### Required work
Beneath this instruction is a listing; print exactly the lines in it starting at the line that contains "second admission. */" and going through the line that contains "release(lines: number): void;".

[Start of Attachment]

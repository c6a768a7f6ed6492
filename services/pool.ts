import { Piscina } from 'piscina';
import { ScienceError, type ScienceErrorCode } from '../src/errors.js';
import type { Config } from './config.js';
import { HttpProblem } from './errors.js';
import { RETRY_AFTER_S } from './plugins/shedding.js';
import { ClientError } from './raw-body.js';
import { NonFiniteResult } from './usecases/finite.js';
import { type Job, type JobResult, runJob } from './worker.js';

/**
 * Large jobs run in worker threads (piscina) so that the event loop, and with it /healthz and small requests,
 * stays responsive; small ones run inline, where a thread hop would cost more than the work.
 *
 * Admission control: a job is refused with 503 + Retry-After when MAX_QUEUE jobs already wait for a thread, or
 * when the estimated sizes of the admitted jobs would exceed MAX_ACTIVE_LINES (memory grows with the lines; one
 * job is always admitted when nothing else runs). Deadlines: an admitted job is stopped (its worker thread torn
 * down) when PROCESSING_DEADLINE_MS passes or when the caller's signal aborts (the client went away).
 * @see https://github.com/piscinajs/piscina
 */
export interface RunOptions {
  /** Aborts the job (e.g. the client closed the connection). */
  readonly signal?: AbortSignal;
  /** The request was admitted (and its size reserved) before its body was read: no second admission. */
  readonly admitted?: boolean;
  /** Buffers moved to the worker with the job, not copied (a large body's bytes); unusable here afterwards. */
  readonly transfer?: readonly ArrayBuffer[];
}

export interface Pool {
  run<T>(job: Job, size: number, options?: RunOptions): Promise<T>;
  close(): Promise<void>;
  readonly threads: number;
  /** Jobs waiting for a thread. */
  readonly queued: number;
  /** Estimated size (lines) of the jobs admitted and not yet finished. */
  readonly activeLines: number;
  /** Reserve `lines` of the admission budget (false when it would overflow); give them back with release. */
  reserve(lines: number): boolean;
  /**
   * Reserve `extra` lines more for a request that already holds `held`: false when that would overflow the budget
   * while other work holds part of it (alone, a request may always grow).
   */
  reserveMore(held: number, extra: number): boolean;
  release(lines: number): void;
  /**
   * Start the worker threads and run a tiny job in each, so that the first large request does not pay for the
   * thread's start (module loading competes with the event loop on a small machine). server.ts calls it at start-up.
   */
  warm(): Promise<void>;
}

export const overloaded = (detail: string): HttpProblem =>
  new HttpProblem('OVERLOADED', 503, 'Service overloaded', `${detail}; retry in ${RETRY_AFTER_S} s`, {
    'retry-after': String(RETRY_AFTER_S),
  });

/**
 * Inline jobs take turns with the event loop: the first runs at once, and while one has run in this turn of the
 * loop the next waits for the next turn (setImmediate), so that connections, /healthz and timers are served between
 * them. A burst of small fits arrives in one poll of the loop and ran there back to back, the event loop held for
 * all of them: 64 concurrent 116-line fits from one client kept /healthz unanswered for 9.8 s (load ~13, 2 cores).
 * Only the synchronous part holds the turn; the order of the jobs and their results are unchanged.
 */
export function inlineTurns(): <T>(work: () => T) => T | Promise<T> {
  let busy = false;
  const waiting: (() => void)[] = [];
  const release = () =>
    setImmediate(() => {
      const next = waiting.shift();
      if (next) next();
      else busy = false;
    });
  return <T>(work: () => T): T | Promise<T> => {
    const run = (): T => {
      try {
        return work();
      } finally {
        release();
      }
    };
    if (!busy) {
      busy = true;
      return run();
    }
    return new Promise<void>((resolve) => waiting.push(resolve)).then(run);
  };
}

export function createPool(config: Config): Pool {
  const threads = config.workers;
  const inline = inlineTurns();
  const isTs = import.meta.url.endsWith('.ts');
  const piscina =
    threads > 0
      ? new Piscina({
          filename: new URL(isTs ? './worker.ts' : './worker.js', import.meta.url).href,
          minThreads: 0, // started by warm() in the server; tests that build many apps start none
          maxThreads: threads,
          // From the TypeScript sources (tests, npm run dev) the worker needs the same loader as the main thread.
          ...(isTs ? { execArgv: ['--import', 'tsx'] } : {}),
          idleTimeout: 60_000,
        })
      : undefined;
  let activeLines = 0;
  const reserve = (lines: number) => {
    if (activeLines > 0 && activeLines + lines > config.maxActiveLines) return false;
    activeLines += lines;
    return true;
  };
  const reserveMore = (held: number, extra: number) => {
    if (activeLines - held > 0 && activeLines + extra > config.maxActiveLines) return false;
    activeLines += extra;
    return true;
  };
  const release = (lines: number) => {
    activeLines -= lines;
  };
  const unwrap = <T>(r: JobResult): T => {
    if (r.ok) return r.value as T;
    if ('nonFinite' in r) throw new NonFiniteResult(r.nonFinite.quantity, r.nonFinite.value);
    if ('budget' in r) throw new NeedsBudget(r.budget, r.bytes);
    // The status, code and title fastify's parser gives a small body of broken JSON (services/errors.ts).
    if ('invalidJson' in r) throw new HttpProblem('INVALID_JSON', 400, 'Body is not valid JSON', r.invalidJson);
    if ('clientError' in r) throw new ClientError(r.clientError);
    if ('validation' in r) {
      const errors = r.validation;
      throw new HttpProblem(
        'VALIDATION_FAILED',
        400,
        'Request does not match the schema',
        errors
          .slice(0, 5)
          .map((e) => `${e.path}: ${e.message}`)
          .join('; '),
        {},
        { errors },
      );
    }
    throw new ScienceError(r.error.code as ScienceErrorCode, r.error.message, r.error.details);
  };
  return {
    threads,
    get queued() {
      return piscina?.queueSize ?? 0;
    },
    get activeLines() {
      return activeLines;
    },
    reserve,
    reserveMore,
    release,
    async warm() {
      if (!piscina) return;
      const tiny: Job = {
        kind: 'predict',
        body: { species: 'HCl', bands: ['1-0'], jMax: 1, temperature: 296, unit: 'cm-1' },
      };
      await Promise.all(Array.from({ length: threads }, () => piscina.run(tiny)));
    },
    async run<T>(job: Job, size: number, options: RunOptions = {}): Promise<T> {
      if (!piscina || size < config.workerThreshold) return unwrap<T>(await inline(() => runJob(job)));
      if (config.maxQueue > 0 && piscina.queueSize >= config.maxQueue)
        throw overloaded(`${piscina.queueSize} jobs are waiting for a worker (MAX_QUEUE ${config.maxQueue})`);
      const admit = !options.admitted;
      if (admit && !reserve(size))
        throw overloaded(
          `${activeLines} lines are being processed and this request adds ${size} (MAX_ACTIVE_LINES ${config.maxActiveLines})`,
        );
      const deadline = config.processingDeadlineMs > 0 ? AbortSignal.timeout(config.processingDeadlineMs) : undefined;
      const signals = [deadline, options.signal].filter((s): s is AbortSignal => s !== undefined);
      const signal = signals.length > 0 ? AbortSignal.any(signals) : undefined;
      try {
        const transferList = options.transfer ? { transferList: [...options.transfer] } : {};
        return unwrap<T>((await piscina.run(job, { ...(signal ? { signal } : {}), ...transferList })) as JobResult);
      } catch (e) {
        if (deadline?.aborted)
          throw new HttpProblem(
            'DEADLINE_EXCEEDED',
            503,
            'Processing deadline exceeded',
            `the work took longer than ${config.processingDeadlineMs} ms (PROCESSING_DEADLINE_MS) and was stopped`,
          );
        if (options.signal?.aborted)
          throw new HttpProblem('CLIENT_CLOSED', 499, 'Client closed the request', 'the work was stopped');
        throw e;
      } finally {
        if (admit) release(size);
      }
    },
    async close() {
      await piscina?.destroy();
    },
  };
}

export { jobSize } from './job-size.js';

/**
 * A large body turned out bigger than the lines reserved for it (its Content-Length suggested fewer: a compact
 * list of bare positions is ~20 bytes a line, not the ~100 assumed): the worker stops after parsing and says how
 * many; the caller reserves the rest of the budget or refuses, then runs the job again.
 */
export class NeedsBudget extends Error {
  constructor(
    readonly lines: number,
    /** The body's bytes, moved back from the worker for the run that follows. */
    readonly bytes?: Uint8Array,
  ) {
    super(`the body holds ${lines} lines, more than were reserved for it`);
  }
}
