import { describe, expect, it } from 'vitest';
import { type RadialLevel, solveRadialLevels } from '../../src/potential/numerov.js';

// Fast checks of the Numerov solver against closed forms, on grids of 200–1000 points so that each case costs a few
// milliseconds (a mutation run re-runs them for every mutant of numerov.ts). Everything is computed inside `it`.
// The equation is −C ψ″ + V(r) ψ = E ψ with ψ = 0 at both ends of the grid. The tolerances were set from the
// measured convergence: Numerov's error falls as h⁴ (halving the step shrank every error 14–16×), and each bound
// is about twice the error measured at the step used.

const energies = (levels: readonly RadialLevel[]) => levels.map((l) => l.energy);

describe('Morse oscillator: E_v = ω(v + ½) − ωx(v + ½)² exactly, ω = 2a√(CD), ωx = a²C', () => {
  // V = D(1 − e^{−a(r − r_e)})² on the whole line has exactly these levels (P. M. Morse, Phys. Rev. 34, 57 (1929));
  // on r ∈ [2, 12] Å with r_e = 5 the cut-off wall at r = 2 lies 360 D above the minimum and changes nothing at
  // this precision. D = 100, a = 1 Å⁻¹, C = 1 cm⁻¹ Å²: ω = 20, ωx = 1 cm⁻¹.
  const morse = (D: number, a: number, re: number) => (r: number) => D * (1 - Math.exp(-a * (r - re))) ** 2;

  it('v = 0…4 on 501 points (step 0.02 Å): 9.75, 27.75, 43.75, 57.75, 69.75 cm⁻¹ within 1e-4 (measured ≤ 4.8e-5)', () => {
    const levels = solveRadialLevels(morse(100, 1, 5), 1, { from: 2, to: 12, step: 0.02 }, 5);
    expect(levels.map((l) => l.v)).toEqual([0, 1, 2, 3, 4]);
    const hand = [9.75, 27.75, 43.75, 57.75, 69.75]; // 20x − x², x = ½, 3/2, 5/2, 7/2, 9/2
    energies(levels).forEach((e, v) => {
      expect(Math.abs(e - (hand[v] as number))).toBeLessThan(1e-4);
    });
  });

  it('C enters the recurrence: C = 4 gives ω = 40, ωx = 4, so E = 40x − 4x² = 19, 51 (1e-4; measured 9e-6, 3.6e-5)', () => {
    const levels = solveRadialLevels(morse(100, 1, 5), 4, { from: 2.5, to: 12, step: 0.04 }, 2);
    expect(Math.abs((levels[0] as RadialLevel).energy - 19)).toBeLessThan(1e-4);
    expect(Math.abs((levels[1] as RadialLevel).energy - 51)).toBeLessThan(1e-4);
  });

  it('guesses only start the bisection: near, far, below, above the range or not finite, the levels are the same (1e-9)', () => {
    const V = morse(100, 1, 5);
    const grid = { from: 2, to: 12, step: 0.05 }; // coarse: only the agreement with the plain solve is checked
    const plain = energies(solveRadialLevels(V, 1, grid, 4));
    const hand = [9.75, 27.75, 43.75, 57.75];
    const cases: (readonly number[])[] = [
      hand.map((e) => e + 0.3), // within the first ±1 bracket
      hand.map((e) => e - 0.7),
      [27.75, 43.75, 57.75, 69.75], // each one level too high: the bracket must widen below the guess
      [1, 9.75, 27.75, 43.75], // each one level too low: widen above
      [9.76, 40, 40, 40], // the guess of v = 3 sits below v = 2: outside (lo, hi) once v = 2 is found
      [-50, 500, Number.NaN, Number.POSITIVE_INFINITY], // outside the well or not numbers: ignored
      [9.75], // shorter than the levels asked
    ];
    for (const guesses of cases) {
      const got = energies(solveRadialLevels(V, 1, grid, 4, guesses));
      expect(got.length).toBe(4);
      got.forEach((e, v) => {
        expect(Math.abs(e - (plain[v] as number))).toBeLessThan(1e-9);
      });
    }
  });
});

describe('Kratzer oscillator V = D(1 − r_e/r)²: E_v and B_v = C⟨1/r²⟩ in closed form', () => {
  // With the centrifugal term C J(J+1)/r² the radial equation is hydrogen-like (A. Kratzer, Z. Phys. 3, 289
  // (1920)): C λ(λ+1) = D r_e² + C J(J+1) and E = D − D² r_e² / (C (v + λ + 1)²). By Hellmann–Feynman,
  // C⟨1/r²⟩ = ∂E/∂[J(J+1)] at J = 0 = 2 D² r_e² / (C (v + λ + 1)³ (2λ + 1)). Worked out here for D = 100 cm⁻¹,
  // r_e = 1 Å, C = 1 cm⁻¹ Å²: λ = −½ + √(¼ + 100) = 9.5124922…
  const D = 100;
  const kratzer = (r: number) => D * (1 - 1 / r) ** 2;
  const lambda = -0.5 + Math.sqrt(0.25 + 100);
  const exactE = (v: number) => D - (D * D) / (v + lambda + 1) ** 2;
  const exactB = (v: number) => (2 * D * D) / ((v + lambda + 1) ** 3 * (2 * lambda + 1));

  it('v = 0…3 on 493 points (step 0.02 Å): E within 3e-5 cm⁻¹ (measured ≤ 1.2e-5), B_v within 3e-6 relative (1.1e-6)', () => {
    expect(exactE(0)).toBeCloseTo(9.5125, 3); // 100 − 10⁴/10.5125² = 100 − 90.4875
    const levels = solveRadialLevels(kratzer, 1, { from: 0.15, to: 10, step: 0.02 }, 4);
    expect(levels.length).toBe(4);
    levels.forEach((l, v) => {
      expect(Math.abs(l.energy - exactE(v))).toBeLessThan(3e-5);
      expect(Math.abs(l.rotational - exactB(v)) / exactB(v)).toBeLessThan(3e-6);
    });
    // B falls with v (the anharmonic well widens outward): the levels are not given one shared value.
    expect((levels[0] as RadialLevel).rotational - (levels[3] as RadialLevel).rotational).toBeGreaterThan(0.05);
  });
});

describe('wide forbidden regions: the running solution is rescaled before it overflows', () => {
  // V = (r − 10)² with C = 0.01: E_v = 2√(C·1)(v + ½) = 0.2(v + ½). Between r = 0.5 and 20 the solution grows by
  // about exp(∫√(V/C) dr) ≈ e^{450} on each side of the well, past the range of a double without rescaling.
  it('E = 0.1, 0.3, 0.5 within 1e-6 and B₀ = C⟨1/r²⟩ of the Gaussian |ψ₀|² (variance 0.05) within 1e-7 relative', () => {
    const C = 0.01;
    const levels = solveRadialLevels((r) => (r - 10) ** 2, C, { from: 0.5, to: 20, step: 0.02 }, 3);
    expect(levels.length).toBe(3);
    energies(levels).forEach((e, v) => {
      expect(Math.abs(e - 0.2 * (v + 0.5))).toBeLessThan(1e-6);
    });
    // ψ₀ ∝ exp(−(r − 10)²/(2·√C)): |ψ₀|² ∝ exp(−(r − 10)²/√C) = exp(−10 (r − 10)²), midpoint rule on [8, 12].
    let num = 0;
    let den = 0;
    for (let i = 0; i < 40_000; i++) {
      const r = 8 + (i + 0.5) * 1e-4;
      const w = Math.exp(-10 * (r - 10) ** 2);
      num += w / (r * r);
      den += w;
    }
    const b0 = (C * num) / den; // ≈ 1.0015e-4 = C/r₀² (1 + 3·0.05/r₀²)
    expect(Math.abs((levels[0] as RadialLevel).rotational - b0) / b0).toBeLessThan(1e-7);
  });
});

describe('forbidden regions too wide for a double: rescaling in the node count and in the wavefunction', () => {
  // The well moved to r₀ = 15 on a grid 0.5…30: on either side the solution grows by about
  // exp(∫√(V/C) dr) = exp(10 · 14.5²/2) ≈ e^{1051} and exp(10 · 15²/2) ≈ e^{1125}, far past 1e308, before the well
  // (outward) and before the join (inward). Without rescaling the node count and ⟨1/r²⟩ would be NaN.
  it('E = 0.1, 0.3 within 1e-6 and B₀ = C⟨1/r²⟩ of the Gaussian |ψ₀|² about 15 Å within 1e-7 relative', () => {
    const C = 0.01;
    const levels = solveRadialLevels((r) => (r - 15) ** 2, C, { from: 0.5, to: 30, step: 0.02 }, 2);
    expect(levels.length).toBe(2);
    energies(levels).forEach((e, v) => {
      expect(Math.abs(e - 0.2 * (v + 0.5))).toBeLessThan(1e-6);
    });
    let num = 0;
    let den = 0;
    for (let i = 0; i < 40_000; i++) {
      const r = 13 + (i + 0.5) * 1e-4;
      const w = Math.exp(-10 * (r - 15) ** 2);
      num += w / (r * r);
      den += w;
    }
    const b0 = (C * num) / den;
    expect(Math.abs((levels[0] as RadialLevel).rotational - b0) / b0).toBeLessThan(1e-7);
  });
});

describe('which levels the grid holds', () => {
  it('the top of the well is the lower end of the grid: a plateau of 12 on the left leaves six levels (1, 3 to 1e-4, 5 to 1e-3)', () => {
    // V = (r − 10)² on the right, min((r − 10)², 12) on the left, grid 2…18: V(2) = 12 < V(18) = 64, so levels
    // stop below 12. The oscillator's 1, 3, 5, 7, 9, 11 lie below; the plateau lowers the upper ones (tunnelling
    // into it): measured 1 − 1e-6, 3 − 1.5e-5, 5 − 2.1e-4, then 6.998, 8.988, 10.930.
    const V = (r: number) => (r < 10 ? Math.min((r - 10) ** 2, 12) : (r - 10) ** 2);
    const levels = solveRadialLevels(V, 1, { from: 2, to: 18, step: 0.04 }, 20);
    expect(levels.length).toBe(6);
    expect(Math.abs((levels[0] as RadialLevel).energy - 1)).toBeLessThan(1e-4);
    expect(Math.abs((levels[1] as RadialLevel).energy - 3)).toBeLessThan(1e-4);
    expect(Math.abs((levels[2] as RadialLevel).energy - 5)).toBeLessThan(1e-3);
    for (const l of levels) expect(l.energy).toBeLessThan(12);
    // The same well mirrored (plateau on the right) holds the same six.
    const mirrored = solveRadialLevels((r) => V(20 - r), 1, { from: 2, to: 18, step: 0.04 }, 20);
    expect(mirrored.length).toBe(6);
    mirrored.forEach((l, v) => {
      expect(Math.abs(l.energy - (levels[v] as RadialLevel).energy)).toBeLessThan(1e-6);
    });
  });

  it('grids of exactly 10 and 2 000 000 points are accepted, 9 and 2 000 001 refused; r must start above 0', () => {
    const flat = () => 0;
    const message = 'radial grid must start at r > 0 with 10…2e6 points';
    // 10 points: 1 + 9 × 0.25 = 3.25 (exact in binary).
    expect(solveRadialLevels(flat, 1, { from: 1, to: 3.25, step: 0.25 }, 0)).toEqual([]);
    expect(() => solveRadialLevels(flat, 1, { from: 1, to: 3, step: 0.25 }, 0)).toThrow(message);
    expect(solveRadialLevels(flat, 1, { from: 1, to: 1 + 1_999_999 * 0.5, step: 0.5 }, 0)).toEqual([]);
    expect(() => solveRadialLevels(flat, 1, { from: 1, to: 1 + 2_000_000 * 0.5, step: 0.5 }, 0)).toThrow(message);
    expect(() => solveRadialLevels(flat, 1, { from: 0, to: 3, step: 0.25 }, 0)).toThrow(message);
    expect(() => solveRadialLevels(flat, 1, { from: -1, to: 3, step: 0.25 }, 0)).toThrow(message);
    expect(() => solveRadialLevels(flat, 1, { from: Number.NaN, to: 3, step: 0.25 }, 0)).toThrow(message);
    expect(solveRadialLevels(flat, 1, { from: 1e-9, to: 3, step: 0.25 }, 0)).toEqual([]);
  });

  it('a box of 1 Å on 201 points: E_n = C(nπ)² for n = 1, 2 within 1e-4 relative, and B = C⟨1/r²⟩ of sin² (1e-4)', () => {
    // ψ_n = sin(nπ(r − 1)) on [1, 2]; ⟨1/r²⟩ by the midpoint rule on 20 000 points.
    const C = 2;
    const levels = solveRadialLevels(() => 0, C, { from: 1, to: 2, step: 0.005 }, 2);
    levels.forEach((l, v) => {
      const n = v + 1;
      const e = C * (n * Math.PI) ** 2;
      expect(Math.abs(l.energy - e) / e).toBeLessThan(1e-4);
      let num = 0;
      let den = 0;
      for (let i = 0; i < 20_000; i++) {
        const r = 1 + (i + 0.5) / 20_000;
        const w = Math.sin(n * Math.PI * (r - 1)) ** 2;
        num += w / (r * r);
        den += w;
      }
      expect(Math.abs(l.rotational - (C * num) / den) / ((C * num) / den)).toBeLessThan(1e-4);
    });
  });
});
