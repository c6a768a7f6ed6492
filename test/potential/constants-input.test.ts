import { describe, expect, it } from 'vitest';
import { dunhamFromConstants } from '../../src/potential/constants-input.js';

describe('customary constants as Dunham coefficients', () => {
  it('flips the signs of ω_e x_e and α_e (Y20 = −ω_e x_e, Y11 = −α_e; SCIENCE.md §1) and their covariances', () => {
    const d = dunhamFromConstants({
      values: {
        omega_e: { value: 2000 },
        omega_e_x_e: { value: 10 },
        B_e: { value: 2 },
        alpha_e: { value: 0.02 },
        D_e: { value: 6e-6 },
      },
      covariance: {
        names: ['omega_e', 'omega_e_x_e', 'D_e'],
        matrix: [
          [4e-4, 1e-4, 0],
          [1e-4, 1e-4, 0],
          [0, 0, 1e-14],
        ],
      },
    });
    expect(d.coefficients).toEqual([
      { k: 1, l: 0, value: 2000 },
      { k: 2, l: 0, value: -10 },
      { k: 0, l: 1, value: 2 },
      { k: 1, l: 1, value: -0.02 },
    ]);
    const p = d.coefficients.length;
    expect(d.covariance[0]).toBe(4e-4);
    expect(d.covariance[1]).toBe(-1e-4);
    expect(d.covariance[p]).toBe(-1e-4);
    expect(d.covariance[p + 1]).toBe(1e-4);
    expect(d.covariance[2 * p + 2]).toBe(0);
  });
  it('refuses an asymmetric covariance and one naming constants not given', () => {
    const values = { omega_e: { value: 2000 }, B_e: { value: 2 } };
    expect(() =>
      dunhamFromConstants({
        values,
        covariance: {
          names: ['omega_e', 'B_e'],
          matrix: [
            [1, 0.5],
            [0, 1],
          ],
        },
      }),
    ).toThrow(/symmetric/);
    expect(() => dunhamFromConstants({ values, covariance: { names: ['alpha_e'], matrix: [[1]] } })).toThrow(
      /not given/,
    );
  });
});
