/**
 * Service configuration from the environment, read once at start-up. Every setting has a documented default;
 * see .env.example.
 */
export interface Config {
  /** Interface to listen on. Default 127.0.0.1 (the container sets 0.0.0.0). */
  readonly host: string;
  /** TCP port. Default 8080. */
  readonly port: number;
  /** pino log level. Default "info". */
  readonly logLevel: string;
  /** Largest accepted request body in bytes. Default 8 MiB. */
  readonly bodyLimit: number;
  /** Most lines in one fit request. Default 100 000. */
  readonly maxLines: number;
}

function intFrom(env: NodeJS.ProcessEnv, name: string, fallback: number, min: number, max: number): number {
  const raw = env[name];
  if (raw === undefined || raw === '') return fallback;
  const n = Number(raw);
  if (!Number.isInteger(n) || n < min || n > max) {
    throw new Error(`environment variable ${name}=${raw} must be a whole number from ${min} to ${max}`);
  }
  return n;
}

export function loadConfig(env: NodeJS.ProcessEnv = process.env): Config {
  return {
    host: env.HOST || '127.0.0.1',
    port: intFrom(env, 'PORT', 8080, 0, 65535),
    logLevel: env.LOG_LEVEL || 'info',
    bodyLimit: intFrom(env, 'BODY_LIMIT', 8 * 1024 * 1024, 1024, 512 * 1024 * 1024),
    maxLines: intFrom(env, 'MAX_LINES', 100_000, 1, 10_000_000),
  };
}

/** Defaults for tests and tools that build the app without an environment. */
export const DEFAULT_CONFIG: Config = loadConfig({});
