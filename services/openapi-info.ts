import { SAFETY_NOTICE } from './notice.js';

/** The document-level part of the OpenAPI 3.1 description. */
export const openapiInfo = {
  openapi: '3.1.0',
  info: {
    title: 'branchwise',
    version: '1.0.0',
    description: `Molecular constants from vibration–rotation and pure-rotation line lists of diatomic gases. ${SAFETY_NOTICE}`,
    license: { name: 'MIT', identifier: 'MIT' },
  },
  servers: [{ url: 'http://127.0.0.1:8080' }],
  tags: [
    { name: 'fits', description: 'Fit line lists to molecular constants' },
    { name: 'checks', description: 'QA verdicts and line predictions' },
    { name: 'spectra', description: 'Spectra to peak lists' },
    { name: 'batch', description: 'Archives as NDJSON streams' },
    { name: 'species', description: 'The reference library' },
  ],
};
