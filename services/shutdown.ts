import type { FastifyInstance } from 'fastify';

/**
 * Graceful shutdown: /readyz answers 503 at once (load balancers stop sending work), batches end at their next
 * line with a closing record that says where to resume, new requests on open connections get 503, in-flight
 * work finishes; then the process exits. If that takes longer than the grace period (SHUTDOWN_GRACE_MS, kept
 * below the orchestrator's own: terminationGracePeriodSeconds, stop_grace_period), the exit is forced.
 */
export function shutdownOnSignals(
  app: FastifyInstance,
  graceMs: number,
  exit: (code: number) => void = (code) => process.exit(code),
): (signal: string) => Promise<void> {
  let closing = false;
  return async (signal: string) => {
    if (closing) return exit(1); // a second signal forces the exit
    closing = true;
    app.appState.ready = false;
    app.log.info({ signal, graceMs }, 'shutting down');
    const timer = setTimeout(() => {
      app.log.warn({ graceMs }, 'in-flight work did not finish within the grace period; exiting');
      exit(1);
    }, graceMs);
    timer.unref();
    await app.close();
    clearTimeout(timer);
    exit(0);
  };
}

[End of Attachment]

### Answer to the exercise
  /** The request was admitted (and its size reserved) before its body was read: no second admission. */
  readonly admitted?: boolean;
  /** Buffers moved to the worker with the job, not copied (a large body's bytes); unusable here afterwards. */
  readonly transfer?: readonly ArrayBuffer[];
}

export interface Pool {
  run<T>(job: Job, size: number, options?: RunOptions): Promise<T>;
  close(): Promise<void>;
  readonly threads: number;
  /** Jobs waiting for a thread. */
  readonly queued: number;
  /** Estimated size (lines) of the jobs admitted and not yet finished. */
  readonly activeLines: number;
  /** Reserve `lines` of the admission budget (false when it would overflow); give them back with release. */
  reserve(lines: number): boolean;
  /**
   * Reserve `extra` lines more for a request that already holds `held`: false when that would overflow the budget
   * while other work holds part of it (alone, a request may always grow).
   */
  reserveMore(held: number, extra: number): boolean;
  release(lines: number): void;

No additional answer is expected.